He specifically says the Mosaic Covenant is part of the administration of the covenant of grace. He does point out that since it contrasted with the Abrahamic covenant (Sinai vs. Zion), it can't be identified simpliciter with the covenant of grace.


----------



## PuritanCovenanter (Mar 1, 2022)

RamistThomist said:


> He does point out that since it contrasted with the Abrahamic covenant (Sinai vs. Zion), it can't be identified simpliciter with the covenant of grace.


And that would put him at odds with the scriptures and our confession at this point. From my perspective the Mosaic Covenant is the next Renewal or New Covenant (in perspective to the Abrahamic Covenant) and has partial fulfilment in the Administration of the Covenant of Grace as all the other Covenants that are full of progressive revelation and promise..


----------



## RamistThomist (Mar 1, 2022)

PuritanCovenanter said:


> And that would put him at odds with the scriptures and our confession at this point. From my perspective the Mosaic Covenant is the next Renewal or New Covenant (in perspective to the Abrahamic Covenant) and has partial fulfilment in the Administration of the Covenant of Grace as all the other Covenants that are full of progressive revelation and promise..
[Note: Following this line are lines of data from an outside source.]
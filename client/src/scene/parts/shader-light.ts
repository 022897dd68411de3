import { farFade, glossDirection, keyLight, light } from '../model/light.ts';

const number = (value: number): string => value.toFixed(6);
const vector = (parts: readonly number[]): string => `vec3(${parts.map(number).join(', ')})`;

/** The light of model/light.ts in GLSL; colours are display values throughout, as on the canvas. */
export const lightChunk = /* glsl */ `
uniform vec3 uPaper;
uniform float uNear;
uniform float uFar;

vec2 shade(vec3 n) {
  float lambert = (dot(n, ${vector(keyLight)}) + ${number(light.wrap)}) / ${number(1 + light.wrap)};
  float key = max(0.0, lambert);
  float halfway = max(0.0, dot(n, ${vector(glossDirection)}));
  float rim = pow(1.0 - max(0.0, n.z), 3.0);
  float body = ${number(light.ambient)} + ${number(light.key)} * key + ${number(light.sky)} * n.y
    - ${number(light.rim)} * rim;
  float gloss = ${number(light.gloss)} * pow(halfway, ${number(light.glossPower)})
    + ${number(light.sheen)} * pow(halfway, ${number(light.sheenPower)}) * key;
  return vec2(body, gloss);
}

float fadeAt(float depth) {
  float share = clamp((depth - uNear) / (uFar - uNear), 0.0, 1.0);
  return ${number(farFade)} * share * (0.5 + 0.5 * share);
}

vec3 lit(vec3 colour, vec2 tone, float fade) {
  return mix(min(colour * tone.x + tone.y, 1.0), uPaper, fade);
}
`;
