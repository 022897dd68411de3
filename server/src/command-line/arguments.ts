import { parseArgs } from 'node:util';

import { evaluationMethod, type EvaluationMethod } from '#common/schemas/cell';
import { energeticsLimits, type RepulsionModel } from '#common/schemas/energetics';

/** What was asked on the command line. */
export interface EvaluateArguments {
  readonly files: readonly string[];
  /** Charges by element or site label, in elementary charges. */
  readonly charges: ReadonlyMap<string, number>;
  readonly method: EvaluationMethod;
  /** Null: electrostatics only. */
  readonly repulsion: RepulsionModel | null;
}

/** A call that can't be understood; the message is for the person who typed it. */
export class UsageError extends Error {}

export const usage = `Usage: npm run --silent evaluate -- FILE.cif [FILE…] [--charges Na=1,Cl=-1] [--tolerance 1e-12]
       [--repulsion born-lande|born-mayer [--exponent n] [--rho Å]]

Prints one JSON object a line, one line a file.
  --charges    charges by element or by site label; a label wins over its element
  --tolerance  relative tolerance, 1e-13 to 1e-4 (default 1e-10)
  --repulsion  adds lattice energy, bulk modulus, Kapustinskii’s estimate and checks
  --exponent   Born exponent for born-lande, 2 to 30 (default: mean over the ions)
  --rho        hardness in Å for born-mayer, 0.01 to 2 (default 0.345)`;

/**
 * Reads the command line.
 * @throws UsageError
 */
export function readArguments(args: readonly string[]): EvaluateArguments {
  const { values, positionals } = parse(args);
  if (positionals.length === 0) {
    throw new UsageError('Name at least one CIF file.');
  }
  return {
    files: positionals,
    charges: readCharges(values.charges ?? []),
    method: readMethod(values.tolerance),
    repulsion: readRepulsion(values),
  };
}

function parse(args: readonly string[]) {
  try {
    return parseArgs({
      args: [...args],
      allowPositionals: true,
      options: {
        charges: { type: 'string', multiple: true },
        tolerance: { type: 'string' },
        repulsion: { type: 'string' },
        exponent: { type: 'string' },
        rho: { type: 'string' },
      },
    });
  } catch (error) {
    throw new UsageError(error instanceof Error ? error.message : String(error));
  }
}

function readCharges(texts: readonly string[]): Map<string, number> {
  const charges = new Map<string, number>();
  for (const part of texts.flatMap((text) => text.split(','))) {
    const match = /^\s*([^\s=]+)\s*=\s*([+-]?(?:\d+\.?\d*|\.\d+))\s*$/.exec(part);
    const charge = Number(match?.[2]);
    if (!match || Math.abs(charge) > 9) {
      throw new UsageError(
        `--charges: “${part}” is not of the form Na=1, with a charge between -9 and 9.`,
      );
    }
    if (charges.has(match[1]!)) {
      throw new UsageError(`--charges: ${match[1]!} is given twice.`);
    }
    charges.set(match[1]!, charge);
  }
  return charges;
}

function readMethod(tolerance: string | undefined): EvaluationMethod {
  const asked = tolerance === undefined ? {} : { toleranceRelative: Number(tolerance || NaN) };
  const method = evaluationMethod.safeParse(asked);
  if (!method.success) {
    throw new UsageError(`--tolerance: “${tolerance ?? ''}” is no number from 1e-13 to 1e-4.`);
  }
  return method.data;
}

/** A hardness that serves many salts, Å; common practice. */
const usualHardnessA = 0.345;

interface RepulsionTexts {
  readonly repulsion?: string | undefined;
  readonly exponent?: string | undefined;
  readonly rho?: string | undefined;
}

function readWithin(option: string, text: string, { low, high }: { low: number; high: number }) {
  const value = text.trim() === '' ? NaN : Number(text);
  if (!(value >= low && value <= high)) {
    throw new UsageError(`--${option}: “${text}” is no number from ${low} to ${high}.`);
  }
  return { low: value, high: value };
}

function readRepulsion({ repulsion, exponent, rho }: RepulsionTexts): RepulsionModel | null {
  if (exponent !== undefined && repulsion !== 'born-lande') {
    throw new UsageError('--exponent goes with --repulsion born-lande.');
  }
  if (rho !== undefined && repulsion !== 'born-mayer') {
    throw new UsageError('--rho goes with --repulsion born-mayer.');
  }
  switch (repulsion) {
    case undefined:
      return null;
    case 'born-lande':
      return {
        kind: 'born_lande',
        exponent:
          exponent === undefined
            ? { from: 'ions' }
            : {
                from: 'typed',
                exponent: readWithin('exponent', exponent, energeticsLimits.exponent),
              },
      };
    case 'born-mayer':
      return {
        kind: 'born_mayer',
        hardnessA: readWithin('rho', rho ?? String(usualHardnessA), energeticsLimits.hardnessA),
      };
    default:
      throw new UsageError(`--repulsion: “${repulsion}” is neither born-lande nor born-mayer.`);
  }
}
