import type { Annotation, AnnotationAnchor } from '#common/schemas/review';
import { formatFixed } from '#common/units/format';
import { speciesText } from '#client/components/chem/species-key.ts';

/** A ledger row as its key names it. */
export interface PairOfKey {
  readonly speciesA: string;
  readonly speciesB: string;
  readonly distanceA: number;
}

/** Reads a row's key, `Mg+2|O-2|2.106`; null where it is none. */
export function parsePairKey(key: string): PairOfKey | null {
  const [speciesA, speciesB, distance] = key.split('|');
  const distanceA = Number(distance);
  return speciesA === undefined || speciesB === undefined || !Number.isFinite(distanceA)
    ? null
    : { speciesA, speciesB, distanceA };
}

/** What a remark is pinned to, in words. */
export function anchorWords(anchor: AnnotationAnchor): string {
  switch (anchor.kind) {
    case 'revision':
      return 'the whole revision';
    case 'site':
      return `site ${anchor.label}`;
    case 'pair': {
      const pair = parsePairKey(anchor.key);
      return pair === null
        ? `pair ${anchor.key}`
        : `${speciesText(pair.speciesA)} – ${speciesText(pair.speciesB)} at ${formatFixed(pair.distanceA, 3)} Å`;
    }
  }
}

/** Numbers of the open remarks by ledger row. */
export function remarksByPair(
  annotations: readonly Annotation[],
): ReadonlyMap<string, readonly number[]> {
  const map = new Map<string, number[]>();
  for (const { anchor, number, resolvedAt } of annotations) {
    if (anchor.kind === 'pair' && resolvedAt === null) {
      map.set(anchor.key, [...(map.get(anchor.key) ?? []), number]);
    }
  }
  return map;
}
And he says as much. But Sinai is also contrasted with Zion, and that's what he's trying to show. If the Mosaic Covenant is basically an expanded form of the same thing as Abraham, then they shouldn't be contrasted with each other like in Galatians 4.


----------



## PuritanCovenanter (Mar 1, 2022)

RamistThomist said:


> But Sinai is also contrasted with Zion,


So I would take him to 2Corinthians 3 and we can talk about the vail that still remains even during this administration and the freedom found in the old also. Calvin does a pretty good job with this in his commentary on Galatians 4:24.

“But all this may, at first sight, appear absurd; for there are none of God’s children who are not born to freedom, and therefore the comparison does not apply. I answer, what Paul says is true in two respects;* for the law formerly brought forth its disciples, (among whom were included the holy prophets, and other believers,) to slavery, though not to permanent slavery, but because God placed them for a time under the law as “a schoolmaster.” (Galatians 3:25.) Under the vail of ceremonies, and of the whole economy by which they were governed, their freedom was concealed: to the outward eye nothing but slavery appeared.* “Ye have not,” says Paul to the Romans, “received the spirit of bondage again to fear.” (Romans 8:15.) Those holy fathers, though inwardly they were free in the sight of God, yet in outward appearance differed nothing from slaves, and thus resembled their mother’s condition. But the doctrine of the gospel bestows upon its children perfect freedom as soon as they are born, and brings them up in a liberal manner.

…*What, then, is the gendering to bondage, which forms the subject of the present dispute? It denotes those who make a wicked abuse of the law, by finding in it nothing but what tends to slavery. Not so the pious fathers, who lived under the Old Testament; for their slavish birth by the law did not hinder them from having Jerusalem for their mother in spirit. But those who adhere to the bare law, and do not acknowledge it to be “a schoolmaster to bring them to Christ,” (Galatians 3:24,) but rather make it a hinderance to prevent their coming to him, are the Ishmaelites born to slavery.*

…But why does Paul compare the present Jerusalem with Mount Sinai? Though I was once of a different opinion, yet I agree with Chrysostom and Ambrose, who explain it as referring to the earthly Jerusalem, and who interpret the words, which now is, τη νυν ιερουσαλημ ,* as marking the slavish doctrine and worship into which it had degenerated. It ought to have been a lively image of the new Jerusalem, and a representation of its character. But such as it now is, it is rather related to Mount Sinai.* Though the two places may be widely distant from each other, they are perfectly alike in all their most important features. This is a heavy reproach against the Jews, whose real mother was not Sarah but the spurious Jerusalem, twin sister of Hagar; who were therefore slaves born of a slave, though they haughtily boasted that they were the sons of Abraham."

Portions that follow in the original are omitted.